Assigned task: Only the lines from the start of the material through the line containing "use crate::state::board::Selection;" are to be extracted, exactly as they appear.

Given data:
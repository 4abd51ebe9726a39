//! Steering from the inspector: what may be done by hand at the node that is shown, and why the
//! rest may not.

use record::message::{NodeDetail, RivalReport, ViolatedSubset};
use record::scenario::{Act, ActKind, FamilyState};
use yew::prelude::*;

use crate::state::board::Selection;
use crate::state::lane::{Lane, Phase};
use crate::state::words::sentence;
use crate::view::hands::Hands;

/// A callback that does acts by hand in a lane; `None` where its search has ended.
pub(crate) fn doing(hands: Option<&Hands>, at: Selection, lane: &Lane) -> Option<Callback<Act>> {
    let over = matches!(lane.phase, Phase::Done | Phase::Failed | Phase::Stopping);
    let session = hands.filter(|_| !over)?.session.clone();
    Some(Callback::from(move |act: Act| session.act(at.lane, act)))
}

/// The act that adds the row of a set.
pub(crate) fn cut(set: &ViolatedSubset) -> Act {
    let mut on = vec![set.family.clone()];
    on.extend(set.tuple.iter().chain(&set.subset).cloned());
    Act { after: 0, what: ActKind::Cut, node: None, on }
}

/// Whether a set's row may be added: its family is one of the rival's, on demand.
pub(crate) fn may_add(rival: Option<&RivalReport>, set: &ViolatedSubset) -> bool {
    rival.is_some_and(|rival| {
        let named = |family: &record::results::FamilyReport| family.name == set.family;
        let family = rival.families.iter().find(|family| named(family));
        family.is_some_and(|family| family.state == FamilyState::OnDemand)
    })
}

#[derive(Properties, PartialEq)]
pub(crate) struct SteeringProps {
    pub(crate) node: u32,
    /// Why it is not branched on, and not closed.
    pub(crate) branching: Option<String>,
    pub(crate) closing: Option<String>,
    /// Whether its relaxation has a point.
    pub(crate) pointed: bool,
    /// The column that it is to be branched on, as a person said.
    pub(crate) chosen: Option<String>,
    /// Does an act; `None` once the search has ended.
    pub(crate) act: Option<Callback<Act>>,
}

impl SteeringProps {
    /// For a node in full.
    pub(crate) fn of(
        detail: &NodeDetail,
        chosen: Option<String>,
        act: Option<Callback<Act>>,
    ) -> Self {
        let (branching, closing) = (detail.branching.clone(), detail.closing.clone());
        let pointed = !detail.values.is_empty();
        Self { node: detail.node.0, branching, closing, pointed, chosen, act }
    }
}

/// The part of the inspector.
#[component]
pub(crate) fn Steering(props: &SteeringProps) -> Html {
    let node = props.node;
    let close = props.act.as_ref().filter(|_| props.closing.is_none()).map(|act| {
        act.reform(move |_: MouseEvent| {
            let node = Some(node);
            Act { after: 0, what: ActKind::Close, node, on: Vec::new() }
        })
    });
    html! {
        <>
            <h3>{ "By hand" }</h3>
            <p class="small" data-testid="by-hand">{ hint(props) }</p>
            if let Some(onclick) = close {
                <button type="button" data-testid="close-subtree" {onclick}>{ "Close this subtree" }</button>
            }
        </>
    }
}

/// What may be done and why the rest may not.
fn hint(props: &SteeringProps) -> String {
    if props.act.is_none() {
        return "The search has ended: nothing can be done by hand any more.".to_owned();
    }
    let branch = match (&props.branching, &props.chosen) {
        (None, Some(column)) => {
            format!("It will be branched on {column}; another variable may still be chosen.")
        }
        (None, None) if !props.pointed => {
            "Its relaxation has no point: there is nothing to branch on.".to_owned()
        }
        (None, None) => "Branch on a variable of the table: the node comes next.".to_owned(),
        (Some(why), _) => format!("It cannot be branched on: {}", sentence(why)),
    };
    let close = match &props.closing {
        Some(why) if props.branching.as_ref() != Some(why) => {
            format!(" It cannot be closed: {}", sentence(why))
        }
        _ => String::new(),
    };
    branch + &close
}

#[cfg(test)]
mod tests {
    use super::*;

    fn props(branching: Option<&str>, closing: Option<&str>, able: bool) -> SteeringProps {
        SteeringProps {
            node: 3,
            branching: branching.map(str::to_owned),
            closing: closing.map(str::to_owned),
            pointed: true,
            chosen: None,
            act: able.then(Callback::noop),
        }
    }

    #[test]
    fn a_hint_says_what_cannot_be_done_and_why() {
        let said = hint(&props(Some("node 3 is not open: its bound closed it"), Some("no"), true));
        assert!(said.contains("its bound closed it.") && said.ends_with("cannot be closed: no."));
        assert!(hint(&props(None, Some("node 1 is the whole tree"), true)).contains("whole tree."));
        assert!(!hint(&props(None, None, true)).contains("cannot"));
        assert!(hint(&props(None, None, false)).contains("ended"));
        let empty = SteeringProps { pointed: false, ..props(None, None, true) };
        assert!(hint(&empty).contains("nothing to branch on"));
    }

    #[test]
    fn a_row_is_named_by_family_tuple_and_set() {
        let words = |words: &[&str]| words.iter().map(|&word| word.to_owned()).collect();
        let set = ViolatedSubset {
            family: "cover".to_owned(),
            tuple: words(&["p"]),
            subset: words(&["Ash", "Birch"]),
            violation: 0.5,
        };
        assert_eq!(cut(&set).on, ["cover", "p", "Ash", "Birch"]);
        assert!(!may_add(None, &set));
    }
}
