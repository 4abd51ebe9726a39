//! A rival taken away as a file: MPS, LaTeX, journal notation, or a scenario with it alone.

use record::handover::Form;
use record::message::{LaneJob, Request};
use record::scenario::Scenario;
use yew::prelude::*;

use crate::browser::handover::{Handed, hand_over};
use crate::browser::share::download;
use crate::browser::worker::WorkerHandle;
use crate::state::share::{file_name, file_of};
use crate::state::words::{advice, sentence};

#[derive(Properties, PartialEq)]
pub(crate) struct TakeProps {
    pub(crate) letter: String,
    pub(crate) title: String,
    pub(crate) job: LaneJob,
}

/// The forms that the engine writes, each with its name and the ending of its file.
const FORMS: [(Form, &str, &str); 3] =
    [(Form::Mps, "MPS", "mps"), (Form::Latex, "LaTeX", "tex"), (Form::Text, "Text", "txt")];

/// The menu, and what is said of the file that was made.
#[component]
pub(crate) fn TakeAway(props: &TakeProps) -> Html {
    let said = use_state_eq(String::new);
    let worker = use_mut_ref(|| None::<WorkerHandle>);
    let title = format!("{} {}", props.letter, props.title);
    let take = |form: Form, name: &'static str, ending: &'static str| {
        let (job, worker, said) = (props.job.clone(), worker.clone(), said.setter());
        let file = file_of(&title, ending);
        Callback::from(move |_: MouseEvent| {
            said.set(format!("Writing {name}."));
            let (tell, end, file) = (said.clone(), worker.clone(), file.clone());
            let hear = Callback::from(move |answer| {
                tell.set(taken(&file, answer));
                end.replace(None);
            });
            match hand_over(&Request::Write(form, Box::new(job.clone())), hear) {
                Ok(started) => drop(worker.replace(Some(started))),
                Err(why) => said.set(taken("", Err(why))),
            }
        })
    };
    let alone = {
        let (job, title, said) = (props.job.clone(), props.title.clone(), said.setter());
        let file = file_name(&format!("{} {title}", props.letter));
        Callback::from(move |_: MouseEvent| {
            download(&file, record::file::print(&alone(&job, &title)).as_str());
            said.set(format!("{file} is saved."));
        })
    };
    html! {
        <details class="take" data-testid="take">
            <summary aria-label={format!("Take away {}", props.letter)}>{ "Take away" }</summary>
            <div class="acts">
                for (form, name, ending) in FORMS {
                    <button type="button" data-testid={ending} onclick={take(form, name, ending)}>{ name }</button>
                }
                <button type="button" data-testid="alone" onclick={alone}>{ "Scenario" }</button>
            </div>
            <p class="small" role="status" data-testid="taken">{ (*said).clone() }</p>
        </details>
    }
}

/// Saves what was made; what to say of it.
pub(crate) fn taken(file: &str, answer: Result<Handed, String>) -> String {
    match answer {
        Ok(Handed::Written(written)) => {
            download(file, written.text.as_str());
            let notes = written.notes.iter().map(|note| advice(note));
            [vec![format!("{file} is saved.")], notes.collect()].concat().join(" ")
        }
        Ok(Handed::Stated(_)) => String::new(),
        Err(why) => sentence(&format!("Not written: {why}")),
    }
}

/// A scenario with this rival alone.
pub(crate) fn alone(job: &LaneJob, title: &str) -> Scenario {
    Scenario {
        title: title.to_owned(),
        seed: job.seed,
        instance: job.instance.clone(),
        rivals: vec![job.rival.clone()],
        run: job.settings.clone(),
        ..Scenario::default()
    }
}
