//! The figures of a lane: the root's bound and gap, and the bound and nodes of the whole tree, now
//! or at the moment that is looked at.

use report::number::count;
use report::proof;
use yew::prelude::*;

use crate::browser::run::TreeCell;
use crate::state::lane::{Lane, Memory};
use crate::state::lens::Lens;
use crate::state::pointer::Shared;
use crate::view::figure::{figure, gap, share};

#[derive(Properties, PartialEq)]
pub(crate) struct FiguresProps {
    pub(crate) lane: Shared<Lane>,
    pub(crate) tree: Option<TreeCell>,
    pub(crate) best: Option<f64>,
}

/// The figures.
#[component]
pub(crate) fn Figures(props: &FiguresProps) -> Html {
    let lens = use_context::<UseReducerHandle<Lens>>();
    let lane = &props.lane;
    let Some(root) = &lane.root else { return Html::default() };
    let mark = proof::mark(root.proof, root.checked_within);
    let meaning = proof::meaning(root.proof, root.checked_bound.as_deref());
    let coefficients = lane.rival.as_ref().map_or(1, |rival| rival.nonzeros);
    let then = props.tree.as_ref().and_then(|tree| {
        let tree = tree.borrow();
        let solved = lens.as_ref()?.solved(&tree, coefficients)?;
        Some((solved, tree.values_at(solved).0))
    });
    let (nodes, bound) = then.unwrap_or((lane.nodes(), lane.bound()));
    html! {
        <dl class="figures">
            <div>
                <dt>{ "root bound" }</dt>
                <dd><span data-testid="root-bound">{ figure(root.bound) }</span>
                <small class="soft" data-testid="checked" title={meaning}>{ mark }</small></dd>
            </div>
            <div>
                <dt>{ "root gap" }</dt>
                <dd data-testid="root-gap">{ share(gap(props.best, root.bound)) }</dd>
            </div>
            <div>
                <dt>{ if then.is_some() { "bound then" } else { "bound now" } }</dt>
                <dd data-testid="bound">{ figure(bound) }</dd>
            </div>
            <div>
                <dt>{ "nodes" }</dt>
                <dd data-testid="nodes">{ count(u64::from(nodes)) }</dd>
            </div>
            if let Some(memory) = lane.memory.and_then(Memory::figure) {
                <div>
                    <dt>{ "memory" }</dt>
                    <dd data-testid="memory">{ memory }</dd>
                </div>
            }
        </dl>
    }
}
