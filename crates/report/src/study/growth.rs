//! The growth study in words.

use record::study::{Fit, Growth, GrowthPair, SizeMean};

use super::growth_chart::{growing, profiled};
use super::{Section, Table};
use crate::number::{count, of, percent, short};

/// What a reader must know of the figures.
const MEANING: &str = "Work counts non-zeros touched, the same on every machine; means are \
shifted geometric ones. A run that was stopped counts with what it had done until then, so that \
its rival looks better than it is. Ratios are paired: the same instances for both.";

pub(super) fn sections(growth: &Growth) -> Vec<Section> {
    let mut rivals: Vec<&str> = Vec::new();
    for cell in &growth.cells {
        if !rivals.contains(&cell.rival.as_str()) {
            rivals.push(&cell.rival);
        }
    }
    let mut sections = vec![sizes(growth, &rivals)];
    if !growth.pairs.is_empty() {
        sections.push(pairs(&growth.pairs, "work"));
    }
    if !growth.fits.is_empty() {
        sections.push(fits(growth));
    }
    if !growth.profile.is_empty() {
        sections.push(profile(&growth.profile, &rivals, "work"));
    }
    sections
}

fn sizes(growth: &Growth, rivals: &[&str]) -> Section {
    let head = ["rival", "size", "instances", "stopped", "root gap", "nodes", "work"];
    let mut table = Table::new(&head, &[0]);
    table.rows = growth.means.iter().map(mean).collect();
    let failed = growth.cells.iter().filter(|cell| !cell.failed.is_empty()).count();
    let mut notes = vec![MEANING.to_owned()];
    notes.extend(sources(growth));
    notes.extend(again(growth));
    if failed > 0 {
        notes.push(format!("{} gave no result: no model of that size.", of(failed as u64, "run")));
    }
    Section {
        faults: Vec::new(),
        figure: growing(growth, rivals),
        heading: format!(
            "Growth ({}; at most {}{} a run)",
            growth.data,
            of(u64::from(growth.nodes), "node"),
            growth
                .most_work
                .map_or_else(String::new, |most| format!(" and {} non-zeros touched", count(most)))
        ),
        verdict: growth.pairs.iter().map(|pair| verdict(pair, "work")).collect(),
        table: Some(table),
        notes,
    }
}

/// Of what the intervals speak.
fn sources(growth: &Growth) -> Option<String> {
    let mut instances: Vec<&String> = Vec::new();
    for cell in &growth.cells {
        if !instances.contains(&&cell.instance) {
            instances.push(&cell.instance);
        }
    }
    let own = growth.cells.iter().all(|cell| cell.class.is_empty());
    match instances.len() {
        _ if !own => None,
        0 => None,
        1 => Some(
            "All are parts of one instance: intervals and sign tests say how its parts scatter, and \
             nothing of other instances."
                .to_owned(),
        ),
        many => Some(format!(
            "Parts of one instance are drawn together when the interval is made, and have one vote in the \
             sign test: both rest on {}.",
            of(many as u64, "instance")
        )),
    }
}

/// That parts which are the same count once.
fn again(growth: &Growth) -> Option<String> {
    (growth.again > 0).then(|| {
        format!(
            "{} that were asked for are left out: a part is no larger than its instance, and parts with the same \
             elements are one instance and count once.",
            of(u64::from(growth.again), "part")
        )
    })
}

fn mean(mean: &SizeMean) -> Vec<String> {
    vec![
        mean.rival.clone(),
        count(u64::from(mean.size)),
        count(u64::from(mean.instances)),
        count(u64::from(mean.stopped)),
        mean.gap.map_or_else(|| "–".to_owned(), percent),
        short(mean.nodes),
        short(mean.work),
    ]
}

/// A pair in a sentence; `what` is "work", "time" or "nodes".
pub(super) fn verdict(pair: &GrowthPair, what: &str) -> String {
    let [a, b] = &pair.rivals;
    if pair.instances == 0 {
        return format!("{a} and {b}: neither was solved on any instance within the limit.");
    }
    let times = format!(
        "{} times the {what} (95 % interval {} to {}, {})",
        short(pair.ratio),
        short(pair.interval.0),
        short(pair.interval.1),
        of(u64::from(pair.instances), "instance")
    );
    if !pair.distinguishable {
        return format!("{a} and {b} are not distinguishable: {b} takes {times}.");
    }
    let least = if pair.censored > 0 { "at least " } else { "" };
    if pair.ratio >= 1.0 {
        return format!("{b} takes {least}{times} that {a} takes.");
    }
    let turned = GrowthPair {
        rivals: [b.clone(), a.clone()],
        ratio: 1.0 / pair.ratio,
        interval: (1.0 / pair.interval.1, 1.0 / pair.interval.0),
        ..pair.clone()
    };
    verdict(&turned, what)
}

/// Wins, ties and losses of each pair.
pub(super) fn pairs(pairs: &[GrowthPair], what: &str) -> Section {
    let (less, more) = (format!("less {what}"), format!("more {what}"));
    let head = ["pair", &less, "about the same", &more, "sign test p", "after Holm", "one stopped"];
    let mut table = Table::new(&head, &[0]);
    table.rows = pairs
        .iter()
        .map(|pair| {
            vec![
                format!("{} against {}", pair.rivals[0], pair.rivals[1]),
                count(u64::from(pair.wins)),
                count(u64::from(pair.ties)),
                count(u64::from(pair.losses)),
                short(pair.p),
                short(pair.adjusted),
                count(u64::from(pair.censored)),
            ]
        })
        .collect();
    Section {
        heading: "Instance by instance".to_owned(),
        table: Some(table),
        notes: vec!["About the same: within a tenth.".to_owned()],
        ..Section::default()
    }
}

fn fits(growth: &Growth) -> Section {
    let size = count(u64::from(growth.production));
    let at = format!("work at size {size}");
    let head = ["rival", "growth", &at, "95 % from", "to", "fits"];
    let mut table = Table::new(&head, &[0, 1]);
    table.rows = growth.fits.iter().map(fit).collect();
    Section {
        heading: format!("Drawn out to size {size}"),
        table: Some(table),
        notes: vec![
            "A fit is drawn out beyond what was seen: the band says how instances scatter, not \
             whether growth goes on in the same way."
                .to_owned(),
        ],
        ..Section::default()
    }
}

fn fit(fit: &Fit) -> Vec<String> {
    let words = if fit.model == "power" {
        format!("size to the power {}", short(fit.factor))
    } else {
        format!("times {} for each element", short(fit.factor))
    };
    vec![fit.rival.clone(), words, short(fit.at), short(fit.low), short(fit.high), percent(fit.r2)]
}

/// The performance profile of these rivals.
pub(super) fn profile(shares: &[(f64, Vec<f64>)], rivals: &[&str], what: &str) -> Section {
    let within = format!("{what} within");
    let head: Vec<&str> = std::iter::once(within.as_str()).chain(rivals.iter().copied()).collect();
    let mut table = Table::new(&head, &[0]);
    table.rows = shares
        .iter()
        .map(|(factor, shares)| {
            let head = format!("{} × the best", short(*factor));
            std::iter::once(head).chain(shares.iter().map(|share| percent(*share))).collect()
        })
        .collect();
    let mut notes = Vec::new();
    if rivals.len() > 2 {
        notes.push(
            "With more than two rivals read each line against the best alone, not one rival \
             against another (Gould & Scott 2016)."
                .to_owned(),
        );
    }
    Section {
        heading: "Performance profile (Dolan & Moré 2002): share of instances solved".to_owned(),
        figure: profiled(shares, rivals, what),
        table: Some(table),
        notes,
        ..Section::default()
    }
}

#[cfg(test)]
mod tests {
    use super::profile;

    /// A profile ranks two rivals; with three a rival that is not there may change the ranks of the others (Gould
    /// & Scott 2016), and it is said.
    #[test]
    fn more_than_two_rivals_are_warned_of() {
        let noted = |rivals: &[&str]| {
            let shares = vec![(1.0, vec![0.5; rivals.len()]), (2.0, vec![1.0; rivals.len()])];
            profile(&shares, rivals, "work").notes.concat().contains("Gould & Scott")
        };
        assert!(!noted(&["A", "B"]) && noted(&["A", "B", "C"]));
    }
}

Result of the exercise:
repository 4abd51ebe9726a39
//! Steering from the inspector: what may be done by hand at the node that is shown, and why the
//! rest may not.

use record::message::{NodeDetail, RivalReport, ViolatedSubset};
use record::scenario::{Act, ActKind, FamilyState};
use yew::prelude::*;

use crate::state::board::Selection;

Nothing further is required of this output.